Anmaya Evrensel Gazetesi Genel Yayın Yönetmeni Hakkı Özdal, Metin Göktepe’nin ailesi, soL TV Genel Yayın Yönetmeni Gökhan Kazbek, TGS, DİSK Basın-İş, Cumartesi İnsanları, İHD, Emek Partisi, TKP, CHP, DEM Parti, EHP, TİP, DİSK Bölge Temsilciliği, Haziran Direnişinde hayatını kaybeden Berkin Elvan’ın babası Sami Elvan, Divriği Kültür Derneği, Türkiye Alevi Dernekleri Federasyonu ve çok sayıda gazeteci katıldı. Sık sık, “Özgür basın susmadı susmayacak” “Metin Göktepe ölümsüzdür”, “İnadına hepimiz birer Metin'iz” sloganlarının atıldığı anmada “Tutuklu gazeteciler serbest bırakılsın”, “Metinler ölmez Evrensel susmaz”, “Evrensel yazıyor Metin yaşıyor” dövizleri taşındı.
'Metin'i unutmayacağız, unutturmayacağız'
Evrensel gazetesi Genel Yayın Yönetmeni Hakkı Özdal, o dönemde Evrensel Gazetesi’nin yayın hayatına yeni bir başlamış bir gazete olarak izleyeceği yolun devlette ve sermayede uyandırdığı öfkenin sonucunda Metin Göktepe'nin katledildiğini dile getirdi. Özdal sözlerine şöyle devam etti:
"90'lar Türkiye’sinin bir yandan Kürt sorunun militarizm edilmesi, ülkenin şiddete boğulması diğer yandan da büyük kentlerde emekçilerin dinci, milliyetçi etkilere kuşatıldığı topyekûn saldırı döneminde bu saldırının bir sivil uçunun da basına yöneldiği bir dönemde Metin Göktepe katledildi. 90'larda ekilen tohumların sonuçlarını yaşıyoruz bugün. Fakat Metin Göktepe'nin acı kaybı, gazetemizin bundan sonraki nesillerinde de yaşayacak olan özlem ve öfke bıraktı. Bildiğimiz bir şeyi acı bir kayıpla öğrenmiş olduk."

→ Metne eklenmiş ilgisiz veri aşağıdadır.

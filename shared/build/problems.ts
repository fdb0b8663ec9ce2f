import type { z } from 'zod'

/** One thing wrong in a document, with its place as "parts[3].bay.slot" ("" for the document itself). */
export interface DocumentProblem {
  path: string
  message: string
}

/** Writes a path the way people read it: `parts[3].bay.slot`. */
export function formatPath(path: readonly PropertyKey[]): string {
  return path.reduce<string>(
    (text, step) =>
      typeof step === 'number' ? `${text}[${step}]` : text === '' ? String(step) : `${text}.${String(step)}`,
    '',
  )
}

/** Turns schema issues into problems, at most `most` of them. Unknown fields are named one by one. */
export function problemsOf(error: z.ZodError, most = 100): DocumentProblem[] {
  const problems: DocumentProblem[] = []
  for (const issue of error.issues) {
    if (problems.length >= most) break
    if (issue.code === 'unrecognized_keys')
      for (const key of issue.keys) problems.push({ path: formatPath([...issue.path, key]), message: 'unknown field' })
    else problems.push({ path: formatPath(issue.path), message: wordsOf(issue) })
  }
  return problems
}

const expectations: Readonly<Record<string, string>> = {
  object: 'an object',
  array: 'a list',
  string: 'a text',
  int: 'a whole number',
}

/** The schema library's own phrases in plain words; what our schemas say themselves stays. */
function wordsOf(issue: z.core.$ZodIssue): string {
  if (issue.code === 'invalid_type' && issue.message.endsWith('received undefined'))
    return `missing, expected ${expectations[issue.expected] ?? `a ${issue.expected}`}`
  if (
    issue.code === 'too_small' &&
    issue.origin === 'string' &&
    issue.minimum === 1 &&
    issue.message.startsWith('Too small')
  )
    return 'is empty'
  return issue.message
}
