import type { Model } from '../catalog/model.ts'
import { quantitySchema, type Quantity } from '../quantity/quantity.ts'
import { same } from './same.ts'

/** One figure of a model before and after; null where it is missing. */
export interface FigureDifference {
  path: string
  from: Quantity | null
  to: Quantity | null
}

/** The figures in which two states of a model differ, by their paths. */
export function compareFigures(before: Model, after: Model): FigureDifference[] {
  const [old, now] = [figuresOf(before), figuresOf(after)]
  return [...new Set([...old.keys(), ...now.keys()])].flatMap((path) => {
    const [from, to] = [old.get(path) ?? null, now.get(path) ?? null]
    return same(from, to) ? [] : [{ path, from, to }]
  })
}

function figuresOf(model: Model): Map<string, Quantity> {
  const found = new Map<string, Quantity>()
  const walk = (value: unknown, path: string): void => {
    if (typeof value !== 'object' || value === null) return
    if ('origin' in value) {
      const figure = quantitySchema.safeParse(value)
      if (figure.success) found.set(path, figure.data)
      return
    }
    for (const [name, inner] of Object.entries(value))
      walk(inner, path === '' ? stepOf(name, inner) : `${path}.${stepOf(name, inner)}`)
  }
  walk(model, '')
  return found
}

/** Items of lists go by their id, so that another order is no difference. */
function stepOf(name: string, value: unknown): string {
  const id = typeof value === 'object' && value !== null && 'id' in value ? value.id : undefined
  return /^\d+$/.test(name) && typeof id === 'string' ? id : name
}
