import { apply } from './apply.ts'
import type { Change, PartPatch } from './changes.ts'
import type { BuildDocument, Part } from './document.ts'

/** The way back: applied after `changes`, gives the document's content again (lists may end in another order). */
export function invert(document: BuildDocument, changes: readonly Change[]): Change[] {
  const back: Change[] = []
  let current = document
  for (const change of changes) {
    back.unshift(invertOne(current, change))
    current = apply(current, [change])
  }
  return back
}

function invertOne(document: BuildDocument, change: Change): Change {
  switch (change.op) {
    case 'addPart':
      return { op: 'removePart', id: change.part.id }
    case 'removePart':
      return { op: 'addPart', part: required(document.parts, change.id) }
    case 'updatePart':
      return { op: 'updatePart', id: change.id, patch: inversePatch(required(document.parts, change.id), change.patch) }
    case 'addJoint':
      return { op: 'removeJoint', id: change.joint.id }
    case 'removeJoint':
      return { op: 'addJoint', joint: required(document.joints, change.id) }
    case 'putModel': {
      const before = document.models.find((model) => model.id === change.model.id)
      return before ? { op: 'putModel', model: before } : { op: 'removeModel', id: change.model.id }
    }
    case 'removeModel':
      return { op: 'putModel', model: required(document.models, change.id) }
    case 'acceptFinding': {
      const before = document.accepted.find((accepted) => accepted.key === change.accepted.key)
      return before ? { op: 'acceptFinding', accepted: before } : { op: 'withdrawAcceptance', key: change.accepted.key }
    }
    case 'withdrawAcceptance': {
      const before = document.accepted.find((accepted) => accepted.key === change.key)
      if (!before) throw new Error(`finding "${change.key}" was not accepted`)
      return { op: 'acceptFinding', accepted: before }
    }
    case 'updateSettings':
      return { op: 'updateSettings', settings: document.settings }
    case 'setPurchase': {
      const before = document.purchases?.find(({ line }) => line === change.line)
      if (!before) return { op: 'setPurchase', line: change.line, purchase: null }
      const { line, ...purchase } = before
      return { op: 'setPurchase', line, purchase }
    }
    case 'rename':
      return { op: 'rename', name: document.name, machine: document.machine ?? null }
  }
}

function required<T extends { id: string }>(items: readonly T[], id: string): T {
  const found = items.find((item) => item.id === id)
  if (!found) throw new Error(`no "${id}" in this document`)
  return found
}

function inversePatch(part: Part, patch: PartPatch): PartPatch {
  const back: Record<string, unknown> = {}
  for (const field of Object.keys(patch)) back[field] = part[field as keyof Part] ?? null
  return back as PartPatch
}
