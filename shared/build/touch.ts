import type { Change } from './changes.ts'

/** Every field of a thing at once: it was made, taken away or written as a whole. */
const whole = '*'

/** What a list of changes writes, needs and takes away. Things are named as "parts/p7" or "joints/j3". */
export interface Touched {
  /** Fields written, by thing. */
  writes: ReadonlyMap<string, ReadonlySet<string>>
  /** Things that have to be there, though nothing of them is written. */
  needs: ReadonlySet<string>
  /** Things that are no longer there, or no longer what they were. */
  gone: ReadonlySet<string>
}

/** What changes touch, so that work done at the same time can be told apart from work that collides. */
export function touched(changes: readonly Change[]): Touched {
  const writes = new Map<string, Set<string>>()
  const needs = new Set<string>()
  const gone = new Set<string>()
  const write = (thing: string, field: string = whole) => {
    const fields = writes.get(thing)
    if (fields) fields.add(field)
    else writes.set(thing, new Set([field]))
  }
  for (const change of changes) touchOne(change, write, needs, gone)
  return { writes, needs, gone }
}

function touchOne(
  change: Change,
  write: (thing: string, field?: string) => void,
  needs: Set<string>,
  gone: Set<string>,
): void {
  switch (change.op) {
    case 'addPart':
      write(`parts/${change.part.id}`)
      write(`refs/${change.part.ref}`)
      needs.add(`models/${change.part.model}`)
      if (change.part.bay) needs.add(`parts/${change.part.bay.case}`)
      return
    case 'removePart':
      write(`parts/${change.id}`)
      gone.add(`parts/${change.id}`)
      return
    case 'updatePart': {
      const thing = `parts/${change.id}`
      for (const field of Object.keys(change.patch)) write(thing, field)
      const { model, ref, bay } = change.patch
      if (ref !== undefined) write(`refs/${ref}`)
      if (bay) needs.add(`parts/${bay.case}`)
      if (model === undefined) return
      for (const field of ['overrides', 'routes_mm']) write(thing, field)
      gone.add(`${thing}/connectors`)
      needs.add(`models/${model}`)
      return
    }
    case 'addJoint':
      write(`joints/${change.joint.id}`)
      for (const end of [change.joint.a, change.joint.b]) {
        needs.add(`parts/${end.part}`)
        needs.add(`parts/${end.part}/connectors`)
      }
      return
    case 'removeJoint':
      write(`joints/${change.id}`)
      return
    case 'putModel':
      write(`models/${change.model.id}`)
      return
    case 'removeModel':
      write(`models/${change.id}`)
      gone.add(`models/${change.id}`)
      return
    case 'acceptFinding':
      write(`accepted/${change.accepted.key}`)
      return
    case 'withdrawAcceptance':
      write(`accepted/${change.key}`)
      return
    case 'updateSettings':
      write('settings')
      return
    case 'setPurchase':
      write(`purchases/${change.line}`)
      return
    case 'rename':
      write('build', 'name')
      if (change.machine !== undefined) write('build', 'machine')
      return
  }
}

/**
 * Where two lists of changes collide, sorted: "parts/p7" where one of them makes, takes away or needs what the other
 * takes away, "parts/p7/serial" where both write one field. Empty: they can be done one after the other, in either order.
 */
export function clashes(ours: Touched, theirs: Touched): string[] {
  const found = new Set<string>()
  for (const [thing, fields] of ours.writes) {
    const others = theirs.writes.get(thing)
    if (!others) continue
    if (fields.has(whole) || others.has(whole)) found.add(thing)
    else for (const field of fields) if (others.has(field)) found.add(`${thing}/${field}`)
  }
  for (const [one, other] of [
    [ours, theirs],
    [theirs, ours],
  ] as const)
    for (const thing of one.gone) if (other.needs.has(thing)) found.add(thing)
  return [...found].sort()
}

İşçi sınıfının emekten, tüm ezilenlerden yana bir gazeteciliğin nasıl bir düşmanlıkla karşı karşıya olduğunu gördüklerini aktaran Özdal, şöyle konuştu: "Onun cesaretine sahibiz. Onun ataklığına sahip olmaya gayret ediyoruz. Bundan sonra da öyle yapacağız. Metin Göktepe bizim çalışma arkadaşımızdır. Bize bıraktığı bu izler her yazı işleri toplantımız da vardır. Her faaliyetimizde vardır. Gazeteci arkadaşlarımızın muhabir arkadaşlarımızın yanındadır. Onlara bir şeyler fısıldamaktadır. Metin Göktepe Evrensel Gazetesinin hala en kıdemli çalışanıdır. Onu unutmayacağız. Unutturmayacağız, hem yeni gazetecilere genç gazeteci kuşaklarına anlatacağız hem de işçi sınıfı anlatacağız Metin’i."

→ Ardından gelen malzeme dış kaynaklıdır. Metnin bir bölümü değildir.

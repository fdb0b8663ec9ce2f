import { expect, it } from 'vitest'
import CommentText from '../../../../src/components/comments/CommentText.vue'
import { fakeServer, irma, json, sessionOf } from '../../helpers/fakeServer.ts'
import { mountPage, words } from '../../helpers/mountPage.ts'

const show = async (text: string, mentions: { userId: string; name: string | null }[] = []) => {
  fakeServer({ 'GET /api/session': json(sessionOf(irma)) })
  return (await mountPage(CommentText, { comment: { text, mentions } })).wrapper
}

it('shows hostile markup as the text that it is', async () => {
  const hostile = '<img src=x onerror=alert(1)> <script>alert(1)</script> [x](javascript:alert(1))'
  const wrapper = await show(hostile)
  expect(words()).toBe(hostile)
  expect(wrapper.find('img, script, a').exists()).toBe(false)
})

it('opens links elsewhere and gives nothing of this page to them', async () => {
  const link = (await show('see https://example.org/a')).get('a')
  expect(link.attributes()).toMatchObject({
    href: 'https://example.org/a',
    target: '_blank',
    rel: 'noopener noreferrer nofollow',
  })
})

it('names who is mentioned, and who is gone', async () => {
  const [here, gone] = ['11111111-2222-4333-8444-555555555555', '3f0c1d9e-0d2a-4c1b-9a5e-1b2c3d4e5f60']
  await show(`@{${here}} and @{${gone}}`, [
    { userId: here, name: 'Teo Marchetti' },
    { userId: gone, name: null },
  ])
  expect(words()).toBe('@Teo Marchetti and @former member')
})

it('keeps lists, quotes and code apart', async () => {
  const wrapper = await show('- a\n- b\n\n> c\n\n```\n**d**\n```')
  expect(wrapper.findAll('li').map((item) => item.text())).toEqual(['a', 'b'])
  expect(wrapper.get('blockquote').text()).toBe('c')
  expect(wrapper.get('pre').text()).toBe('**d**')
})
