import { describe, expect, it } from 'vitest'
import type { Finding, JointFlow } from '#shared/check/result.ts'
import { markJoints, strainOf, worse } from '../../../src/diagram/strain.ts'

const limits = { derating: 0.8, shortTimeAllowance: 1.25 }
const finding = (joint: string, over: Partial<Finding> = {}): Finding => ({
  key: joint,
  rule: 'contact-over-rating',
  severity: 'fault',
  subjects: [{ kind: 'joint', joint }],
  message: '',
  why: '',
  remedy: '',
  source: [],
  decidedBy: [],
  about: false,
  ...over,
})
const flows = (share: number): Map<string, JointFlow> =>
  new Map([['j1', { joint: 'j1', current_A: { '12V': 1 }, share }]])

describe('strainOf', () => {
  it.each([
    [0.8, 'cold-start', null],
    [0.81, 'cold-start', 'caution'],
    [1, 'full-scan', 'caution'],
    [1.01, 'full-scan', 'danger'],
    [1.25, 'cold-start', 'caution'],
    [1.26, 'cold-start', 'fault'],
    [null, 'at-rest', null],
  ] as const)('a share of %s at %s is %s', (share, moment, severity) => {
    expect(strainOf(share, moment, limits)).toBe(severity)
  })

  it('takes the worse of two', () => {
    expect(worse('caution', 'danger')).toBe('danger')
    expect(worse(null, 'note')).toBe('note')
  })
})

describe('markJoints', () => {
  it('marks by what flows at the moment shown', () => {
    expect(markJoints(flows(1.3), [], 'cold-start', limits).get('j1')).toBe('fault')
    expect(markJoints(flows(0.5), [], 'cold-start', limits).size).toBe(0)
  })

  it('leaves a finding of another moment out and keeps one of every moment', () => {
    expect(markJoints(new Map(), [finding('j1', { moment: 'cold-start' })], 'at-rest', limits).size).toBe(0)
    expect(markJoints(new Map(), [finding('j1', { severity: 'danger' })], 'at-rest', limits).get('j1')).toBe('danger')
  })

  it('does not mark what somebody accepted', () => {
    const accepted = { reason: 'measured', by: 'x', on: '2026-12-01' }
    expect(markJoints(flows(1.3), [finding('j1', { accepted })], 'cold-start', limits).size).toBe(0)
  })
})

'Haber barikatın arkasında olsa da Metin alıp gelen bir gazeteciydi'
Daha sonra söz alan Göktepe’nin kardeşi Meryem Göktepe, "Mesleğini inadını sürdüren tüm basın emekçileri, Metin'in yol arkadaşları, gazetesi, Türkiye Gazeteciler Cemiyeti, bu korkunç cinayetin üstünü örtülmesine izin vermeyen herkes hoşgeldi" diyerek konuşmasına başladı.

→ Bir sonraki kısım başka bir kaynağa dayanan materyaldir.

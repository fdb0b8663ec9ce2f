import { documentVersion } from './document.ts'

type Raw = Record<string, unknown>

/** Step by step from each older version to the next; `steps[1]` takes version 1 to 2. Empty while there is one version. */
const steps: Readonly<Record<number, (document: Raw) => Raw>> = {}

/** Brings an older document to the current version. The input is not touched. */
export function migrate(document: Raw, from: number): Raw {
  let current = document
  for (let version = from; version < documentVersion; version++) {
    const step = steps[version]
    if (!step) throw new Error(`no migration from document version ${version}`)
    current = { ...step(current), version: version + 1 }
  }
  return current
}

Annesi Fadime Göktepe’nin selamlarını da getirdiğini söyleyen Meryem Göktepe, konuşmasında şu ifadelere yer verdi:
"Fatih Polat söyler ve ben bu cümleyi çok severek kullanırım; haber barikatın arkasında olsa da Metin alıp gelen bir gazeteciydi. Metin'e verebileceğimiz çok iyi haberler yok. Hala düşünce suç. Hala insanlar düşüncelerinden dolayı cezaevlerinde. Gezi tutsakları olmak üzere. Hepimiz Gezideydik ama birkaç arkadaşımız şu an tutsak. Emek sömürüsü katmerlenerek artıyor. Yoksulluk en olmadığımız şekillerde hayatımızı etkiliyor. Fakat Metin bir şey bıraktı. Olumlu bir miras. Hala Metin Göktepe gazeteciliği yapmak isteyen ve yapan onun izini süren gerçeğin peşini kovalayan genç gazeteciler bütün. O zulme rağmen bütün o korkutmalara sindirmelere rağmen soruşturmalara gözaltına alınmalara rağmen yürüten genç gazeteciler var. Buradan cezaevinde olan o genç gazetecilere ve düşünce tutsaklarına selam olsun diyorum."